Our distant ancestors saw a fascinating spectacle in the sky. The word ‘moon’ is a surviving expression of this. An ‘evolutionary artifact’. It tempts us to go (back) to the moon and beyond, on a way to unknown words.
In the beginning was the Word.
By hand I’ve notched a ‘maan reading board’ in a 8x5x2mm piece of slate. Once slate was used in schools to write on. Reading boards are still used.
The word “maan” (“Moon”) became part of our earthly culture through the Proto-Indo-European“mḗh₁n̥s” → Germanic “mēnô” → Old Dutch “māno” → Middle Dutch ”mane”/”maen”.
“mḗh₁” in “mḗh₁n̥s” means to ‘measure’. “Maan” has helped the way we view the world and the universe and still stimulates us to technological progress (such as being able to go to the Moon).
Just as our prehistoric ancestors did at the sight of a fascinating night sky with a mysterious “mḗh₁n̥s”, astronauts in space also searched for words (or remained speechless) to express their impressions. Especially those who had been to the Moon. Some tried to describe their experience outside of Earth’s atmosphere with phrases in ‘1G words’ such as, “Oh, this is really profound” (Dave Scott, Apollo 15).
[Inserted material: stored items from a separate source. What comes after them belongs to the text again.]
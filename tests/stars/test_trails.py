"""Stars of a camera on a tripod are measured along their trails, as well as the light allows."""

from __future__ import annotations

import numpy as np
import pytest
from scipy.spatial import cKDTree
from scipy.special import erf

from imaging.stars.detection import detect

SKY, READ, FWHM = 200.0, 3.0, 2.6
SHAPE = (1000, 1400)


def trail_stamp(x, y, flux, length, angle, reach, radius=np.inf):
    """Light of a trail in each pixel, as 5 stars a pixel of length side by side: not the profile that is fitted.

    An arc of `radius` about a centre to the left of its direction.
    """
    number = max(3, int(5 * length))
    along = ((np.arange(number) + 0.5) / number - 0.5) * length
    turned = along / radius
    ahead, left = along * np.sinc(turned / np.pi), along * np.sinc(turned / 2 / np.pi) * np.sin(turned / 2)
    c, s = np.cos(angle), np.sin(angle)
    at = np.array([x + ahead * c - left * s, y + ahead * s + left * c])
    span = np.arange(-reach, reach + 1)
    sigma = FWHM / 2.3548
    fx, fy = (
        (
            erf((span + 0.5 - one[:, None]) / sigma / 2**0.5)
            - erf((span - 0.5 - one[:, None]) / sigma / 2**0.5)
        )
        / 2
        for one in at
    )
    return flux / number * fy.T @ fx


def tripod(length_px, pole=(700.0, 2500.0), count=110, seed=5, noise=True):
    """A frame of a sky that turned about a pole, in electrons, and its truth: middles, light, length, angle."""
    rng = np.random.default_rng(seed)
    # on a jittered grid, so that completeness speaks of detection and not of chance overlaps
    gy, gx = np.mgrid[0:10, 0:11]
    margin = length_px * 0.75 + 12
    x = margin + (gx.ravel()[:count] + rng.uniform(0.2, 0.8, count)) * (SHAPE[1] - 2 * margin) / 11
    y = margin + (gy.ravel()[:count] + rng.uniform(0.2, 0.8, count)) * (SHAPE[0] - 2 * margin) / 10
    flux = 10 ** rng.uniform(3.6, 5.2, count) * np.sqrt(1 + length_px / 6)
    east, up = x - pole[0], y - pole[1]
    length = length_px * np.hypot(east, up) / np.hypot(700 - pole[0], 500 - pole[1])
    angle = np.arctan2(east, -up)
    frame = np.full(SHAPE, SKY)
    for a, b, light, long, turn in zip(x, y, flux, length, angle, strict=True):
        reach = int(long / 2 + 7)
        column, row = round(a), round(b)
        rows, columns = (
            slice(max(row - reach, 0), row + reach + 1),
            slice(max(column - reach, 0), column + reach + 1),
        )
        stamp = trail_stamp(a - column, b - row, light, long, turn, reach, np.hypot(a - pole[0], b - pole[1]))
        part = frame[rows, columns]
        part += stamp[max(reach - row, 0) :, max(reach - column, 0) :][: part.shape[0], : part.shape[1]]
    if noise:
        frame = rng.poisson(frame) + rng.normal(0, READ, SHAPE)
    return frame.astype("float32"), x, y, flux, length, angle


def bounds_px(flux, length):
    """Cramer-Rao bounds along and across a trail (Winick 1986, J. Opt. Soc. Am. A 3, 1809), light and place free."""
    step, reach = 1e-3, int(length / 2 + 9)
    angle = 0.3
    model = trail_stamp(0.1, 0.2, flux, length, angle, reach)
    c, s = step * np.cos(angle), step * np.sin(angle)
    slopes = [
        model / flux,
        (trail_stamp(0.1 + c, 0.2 + s, flux, length, angle, reach)
         - trail_stamp(0.1 - c, 0.2 - s, flux, length, angle, reach)) / (2 * step),
        (trail_stamp(0.1 - s, 0.2 + c, flux, length, angle, reach)
         - trail_stamp(0.1 + s, 0.2 - c, flux, length, angle, reach)) / (2 * step),
    ]  # fmt: skip
    rows = np.array([one.ravel() for one in slopes])
    information = (rows / (model + SKY + READ**2).ravel()) @ rows.T
    return np.sqrt(np.diag(np.linalg.inv(information)))[1:]


def bounds_of(flux, length):
    """Bounds (n, 2) along and across, interpolated in light: lengths differ by a few percent over the frame."""
    light = np.geomspace(flux.min(), flux.max(), 6)
    grid = np.array([bounds_px(one, float(np.median(length))) for one in light])
    return np.column_stack(
        [np.exp(np.interp(np.log(flux), np.log(light), np.log(grid[:, i]))) for i in (0, 1)]
    )


def matched(found, x, y, within=3.0):
    distance, index = cKDTree(np.column_stack([found.x_px, found.y_px])).query(np.column_stack([x, y]))
    return distance < within, index


@pytest.mark.parametrize("length_px", [6.0, 15.0, pytest.param(40.0, marks=pytest.mark.slow)])
def test_the_middle_of_a_trail_is_found_to_the_cramer_rao_bound(length_px):
    frame, x, y, flux, length, angle = tripod(length_px)
    found = detect(frame, gain_e_adu=1.0)
    assert found.trailed
    ok, index = matched(found, x, y)
    assert ok.mean() > 0.97
    east, up = found.x_px[index] - x, found.y_px[index] - y
    along, across = east * np.cos(angle) + up * np.sin(angle), up * np.cos(angle) - east * np.sin(angle)
    bound = bounds_of(flux, length)
    for error, best in ((along, bound[:, 0]), (across, bound[:, 1])):
        # the robust scatter of 110 stars is itself known to 9 %
        assert 1.4826 * np.median(np.abs(error[ok] / best[ok])) < 1.3
        assert abs(np.median(error[ok])) < 0.01
    assert np.median(np.abs(found.trail_length_px[index[ok]] - length[ok])) < 0.1
    turned = (np.radians(found.trail_angle_deg[index[ok]]) - angle[ok] + np.pi / 2) % np.pi - np.pi / 2
    assert np.abs(turned).max() < 0.02


@pytest.mark.parametrize(("length_px", "pole"), [(30.0, (700.0, 1150.0)), (40.0, (-300.0, 500.0))])
def test_a_trail_that_bends_about_a_near_pole_keeps_its_middle(length_px, pole):
    """Straight lines fitted to these arcs lie 0.05 to 0.5 px towards the pole."""
    frame, x, y, _, length, _ = tripod(length_px, pole)
    found = detect(frame, gain_e_adu=1.0)
    ok, index = matched(found, x, y)
    away = np.hypot(x - pole[0], y - pole[1])
    inward = ((found.x_px[index] - x) * (pole[0] - x) + (found.y_px[index] - y) * (pole[1] - y)) / away
    bent = ok & (length**2 / 24 / away > 0.04)
    assert bent.sum() > 30
    bend = length**2 / 24 / away
    slope = (inward * bend)[bent].sum() / (bend**2)[bent].sum()  # 1 where the bend is left in
    assert abs(slope) < 0.15
    assert abs(np.median(inward[bent])) < 0.01


def test_the_covariance_says_along_from_across():
    frame, x, y, flux, length, angle = tripod(25.0)
    found = detect(frame, gain_e_adu=1.0)
    ok, index = matched(found, x, y)
    c, s = np.cos(angle), np.sin(angle)
    xx, yy, xy = found.sigma_x_px[index] ** 2, found.sigma_y_px[index] ** 2, found.covariance_xy_px2[index]
    along = np.sqrt(c * c * xx + 2 * c * s * xy + s * s * yy)
    across = np.sqrt(s * s * xx - 2 * c * s * xy + c * c * yy)
    bound = bounds_of(flux, length)
    assert np.median(along[ok] / bound[ok, 0]) == pytest.approx(1, abs=0.1)
    assert np.median(across[ok] / bound[ok, 1]) == pytest.approx(1, abs=0.1)
    assert np.median(along[ok] / across[ok]) > 2.5


def test_a_pole_in_the_frame_does_not_break_it():
    frame, x, y, _, length, _ = tripod(8.0, pole=(300.0, 300.0))
    found = detect(frame, gain_e_adu=1.0)
    assert found.trailed
    ok, _ = matched(found, x, y, 1.0)
    assert ok[length > 2].mean() > 0.95


def test_stars_that_did_not_trail_are_not_called_trailed():
    frame, *_ = tripod(0.05)
    found = detect(frame, gain_e_adu=1.0)
    assert not found.trailed
    assert (found.trail_length_px == 0).all()


def test_a_satellite_across_trails_is_no_row_of_stars():
    import cv2

    frame, x, y, *_ = tripod(15.0)
    line = np.zeros(SHAPE, np.float32)
    cv2.line(line, (0, 120), (1399, 800), 3000, 2, cv2.LINE_AA)
    found = detect(frame + line, gain_e_adu=1.0)
    assert found.trailed
    distance, _ = cKDTree(np.column_stack([x, y])).query(np.column_stack([found.x_px, found.y_px]))
    assert (distance > 3).sum() <= 5
    ok, _ = matched(found, x, y)
    assert ok.mean() > 0.9


def test_a_trail_cut_by_the_edge_has_no_middle_and_is_left_out():
    frame, *_ = tripod(40.0, pole=(700.0, 1e7))
    frame = frame.copy()
    stamp = trail_stamp(0.0, 0.0, 50_000, 40.0, 0.0, 27)
    frame[400:455, 0:38] += stamp[:, 17:].astype("float32")  # middle at x = 10: half of it is off the frame
    found = detect(frame, gain_e_adu=1.0)
    assert np.hypot(found.x_px - 10, found.y_px - 427).min() > 8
Back on Earth, the Moon had changed these space heroes forever. Therefore I think in the future community of lunar settlers, terrestrial words will evolve into extraterrestrial words. ‘Measured words’ that are still unknown, but with which humans in a dangerous and breathtaking 1/6G environment someday will express themselves. “1/6G words” will help give meaning to a lunar civilization and make it successful. One day there will be reading boards in 1/6G classrooms.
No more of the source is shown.